5小節目からのサブ・ドミナントでも、第1の動機を引き継ぎ、次の小節で、若干の「フック」変化、アテンションを与えている。下降のラインは、あるいは第2の動機として、次の小節に変形して引き継いでいる。 また、第3,4小節で拡大された山形を、7,8小節では反対の方向にしている。音程の上下反対に扱う事を「鏡像」(鏡に映した姿)と呼ぶ。

で、これらは1コーラス目の12小節についての事で、他のコーラスにはやはり12小節様々な動機操作がされている。でも、これはアドリブを譜に起こしたものなので、あくまで結果論として考えてください。


動機の扱いの、全体での見方は図形的に見渡すのが理解するのに早い。

つまり、4小節一段づつだと特に、ブルースの形式で、同じコードが連続する2小節の単位、4小節づつの2段、3段の上下の形の関連にも注目する。

その他、「動機の開始点を変えること(リズム)」「動機全体の音程を変える(形はそのままで)」も動機操作の常套手段となる。 休符の位置にも注目。休符は、発音する音と同じ価値で動機に関わっている。

音数を増やす(3連を入れる事も有効)ことで、動機を変形する事は、特に有効。あるいは、「フレーズ化」の基礎とも言える。

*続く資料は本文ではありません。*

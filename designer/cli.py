"""The command line: each command reads its arguments, calls one function of the library and prints."""

from __future__ import annotations

import json
import os
import sys
from collections.abc import Callable, Iterator
from contextlib import contextmanager
from enum import StrEnum
from pathlib import Path
from typing import Annotated, Any, NoReturn

import typer

from designer.errors import AliquotError, Problem, StudyFileError

app = typer.Typer(
    name="aliquot",
    help="Plan a kinetics study: which runs and sampling times tell rate laws apart and pin down k.",
    no_args_is_help=True,
    add_completion=False,
    pretty_exceptions_enable=False,
    rich_markup_mode=None,
    context_settings={"help_option_names": ["-h", "--help"]},
)

FAILED = 2  # exit status of every expected error
STOPPED = 130  # exit status after Ctrl-C, as shells have it
BAR = 30  # characters of a bar of progress
SMALL_STUDIES = 100  # virtual studies of each candidate behind a figure when the effort is small
StudyPath = Annotated[Path, typer.Argument(metavar="STUDY", help="the study's folder, or its study.toml")]


class HowHard(StrEnum):
    """Settings of a search: full, or small for a first look."""

    full = "full"
    small = "small"


class Precision(StrEnum):
    """What counts as precision: every constant together, or the asked ones."""

    D = "D"
    c = "c"


AsJson = Annotated[bool, typer.Option("--json", help="print one JSON document and nothing else")]


def main() -> None:
    """Entry point of ``aliquot``."""
    for stream in (sys.stdout, sys.stderr):
        if hasattr(stream, "reconfigure"):
            stream.reconfigure(encoding="utf-8", errors="replace")
    try:
        sys.exit(app(prog_name="aliquot", standalone_mode=False))
    except typer.Abort:
        sys.exit(STOPPED)
    except Exception as error:
        if not hasattr(error, "format_message"):  # only a command that was typed wrongly has one
            raise
        sys.exit(_mistyped(error))


def _mistyped(error: Any) -> int:
    """Say what is wrong with the command as typed, on standard error or as the one JSON document."""
    if "--json" not in sys.argv:
        error.show()
        return FAILED
    try:
        fail([Problem("", error.format_message())], as_json=True)
    except typer.Exit:
        return FAILED


@app.callback()
def _aliquot() -> None:
    """Without this a single command would lose its name."""


@contextmanager
def told(as_json: bool) -> Iterator[None]:
    """Turn every expected error into one message and exit status 2."""
    try:
        yield
    except StudyFileError as error:
        fail(error.problems, as_json, error.source)
    except AliquotError as error:
        fail([Problem("", str(error))], as_json)
    except OSError as error:
        what = error.strerror or str(error)
        fail([Problem(str(error.filename or ""), what[:1].lower() + what[1:])], as_json)


def fail(problems: Any, as_json: bool, source: str = "") -> NoReturn:
    """Report problems (on standard error, or as the one JSON document) and exit with status 2."""
    if as_json:
        from designer.checkdocument import error_document

        emit(error_document(problems, source))
    else:
        for problem in problems:
            head = f"{source}: " if source else ""
            typer.echo(f"aliquot: {head}{problem}", err=True)
    raise typer.Exit(FAILED)


def emit(document: dict[str, Any]) -> None:
    """Print the one JSON document of a command."""
    typer.echo(json.dumps(document, indent=2, ensure_ascii=False, allow_nan=False))


def keep_compiled() -> None:
    """Keep compiled kernels in the user's cache folder; without, where that cannot be written."""
    from designer import arrays

    folder = cache_folder() / "compiled"
    try:
        folder.mkdir(parents=True, exist_ok=True)
    except OSError:
        return
    if os.access(folder, os.W_OK):
        arrays.keep_compiled(folder)


def cache_folder() -> Path:
    """Where this platform keeps what can be made again."""
    if os.environ.get("XDG_CACHE_HOME"):
        return Path(os.environ["XDG_CACHE_HOME"]) / "aliquot"
    if sys.platform == "win32":
        return Path(os.environ.get("LOCALAPPDATA", Path.home())) / "aliquot" / "cache"
    if sys.platform == "darwin":
        return Path.home() / "Library" / "Caches" / "aliquot"
    return Path.home() / ".cache" / "aliquot"


def progress() -> Callable[[str], None] | None:
    """A line on the terminal that says what is being worked on; nothing where nobody watches."""
    if not sys.stderr.isatty():
        return None
    return lambda what: typer.echo(f"\r\033[K{what} ...", err=True, nl=False)


def cleared() -> None:
    """Take the line of ``progress`` away."""
    if sys.stderr.isatty():
        typer.echo("\r\033[K", err=True, nl=False)


@app.command()
def new(
    folder: Annotated[Path, typer.Argument(metavar="FOLDER", help="folder to make for the study")],
    like: Annotated[str, typer.Option(metavar="TEMPLATE", help="template to start from")] = "aliquots",
    as_json: AsJson = False,
) -> None:
    """Start a study: write a commented study file to fill in."""
    from designer import templates

    with told(as_json):
        text = templates.text(like)
        file = folder / "study.toml"
        folder.mkdir(parents=True, exist_ok=True)
        try:
            with file.open("x", encoding="utf-8") as stream:
                stream.write(text)
        except FileExistsError:
            advice = "Nothing was changed; choose another folder"
            fail([Problem(str(file), "there is a study here already", advice=advice)], as_json)
        if as_json:
            from designer.checkdocument import new_document

            emit(new_document(file, like))
        else:
            typer.echo(f"Wrote {file} (template '{like}').")
            typer.echo(f"Put in your own numbers, then: aliquot check {folder}")


@app.command()
def check(
    study: StudyPath,
    as_json: AsJson = False,
    figure: Annotated[
        bool, typer.Option(help="draw the predicted curves into STUDY/figures/check.png")
    ] = True,
) -> None:
    """Check a study file and say back what it means.

    Laws, half-lives, predicted curves, where the error of a sample comes from, and cautions.
    """
    with told(as_json):
        from designer import studyfile
        from designer.loading import load_study

        loaded = load_study(study)
        keep_compiled()
        from designer.checkup import checkup

        found = checkup(loaded, progress())
        cleared()
        drawn = None
        if figure:
            from designer.figures import check_figure

            drawn = studyfile.locate(study).parent / "figures" / "check.png"
            drawn.parent.mkdir(exist_ok=True)
            check_figure(loaded, found).savefig(drawn, metadata={"Software": None})
        if as_json:
            from designer.checkdocument import check_document

            emit(check_document(loaded, found, drawn))
        else:
            from designer.checksheet import check_sheet

            typer.echo(check_sheet(loaded, found))
            if drawn is not None:
                typer.echo(f"\nFigure: {drawn}")


def bar() -> Callable[[str, int, int], None] | None:
    """A bar on the terminal for each stage of a plan; nothing where nobody watches."""
    if not sys.stderr.isatty():
        return None

    def show(stage: str, done: int, total: int) -> None:
        full = BAR * done // max(total, 1)
        drawn = f"[{'#' * full}{'.' * (BAR - full)}] {done}/{total}"
        typer.echo(f"\r\033[K{stage:<24} {drawn}", err=True, nl=False)

    show("reading the study", 0, 1)
    return show


@app.command()
def plan(
    study: StudyPath,
    seed: Annotated[int, typer.Option(help="the same seed gives the same plan")] = 1,
    weight_on_law: Annotated[
        float | None,
        typer.Option(
            help="telling laws apart (1) against precision (0); default: the file's", metavar="0..1"
        ),
    ] = None,
    precision: Annotated[
        Precision, typer.Option(help="count as precision all constants (D) or the asked ones (c)")
    ] = Precision.c,
    compare: Annotated[
        list[Path] | None,
        typer.Option(metavar="FILE", help="plan CSV to rate beside it; may be given more than once"),
    ] = None,
    effort: Annotated[HowHard, typer.Option(help="how hard to search")] = HowHard.full,
    as_json: AsJson = False,
) -> None:
    """Choose runs and sampling times; write the run sheet into STUDY/plans/NNN."""
    with told(as_json):
        from designer import planfiles, studyfile
        from designer.loading import load_study

        loaded = load_study(study)
        planfiles.ready(studyfile.locate(study).parent)
        others = [planfiles.read_schedule(file, loaded) for file in compare or ()]
        show = bar()
        keep_compiled()
        from designer import planfigure, planning, runsheet
        from designer.search import Effort

        found = planning.plan(
            loaded,
            seed=seed,
            weight_on_law=weight_on_law,
            precision_by=precision.value,
            compare=others,
            effort=Effort() if effort is HowHard.full else Effort.small(),
            studies=planning.STUDIES if effort is HowHard.full else SMALL_STUDIES,
            progress=show,
        )
        cleared()
        sheet = runsheet.text(loaded, found)
        drawn = planfigure.png(planfigure.plan_figure(loaded, found))
        written = planfiles.write(studyfile.locate(study).parent, loaded, found, sheet, drawn)
        if as_json:
            from designer.documents import plan_document

            emit({**plan_document(loaded, found), "folder": str(written)})
        else:
            typer.echo(sheet, nl=False)
            typer.echo(f"\nWritten to {written}: run-sheet.txt, plan.csv, plan.json, plan.png")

1章で最初に紹介した動機をどう発展させているか弾いて感じて欲しい。また、楽譜の上で、「形」的な変化変形を掴み取る事。

しかし、これらは、「ブルース自らが要求する動機の操作」であって、いちいち考えているわけじゃない。自分で採譜してみてその傾向がよりわかるという事。しかし、その傾向を自覚していれば、よりアドリブにまとまりが出るし、発展性のための仕込みにも有効になる。何よりブルースの形式に限らず、作曲のための素材、手法となる。


上に挙げた練習曲を参考に、12小節ブルースの全体的な構造を見てみる。

これは、ブルースの動機の扱いの基本的な文法といえるもので、必ずしも「こうすべし」というものではない。むしろ、ブルースの形式のもつ「傾向」つまり現象的なものの観察。

これを知った上で、その流れ、つまり今度は、「形式=フォーム」そのものの持つ力、動機への影響力を、感じ、乗るということです。

また、文字で表現すると、難しく見えるかもしれないけれど、「自然とこうなる、なっている」見えない力の流れを整理しているに過ぎないので、経験することで容易に理解出来るでしょう。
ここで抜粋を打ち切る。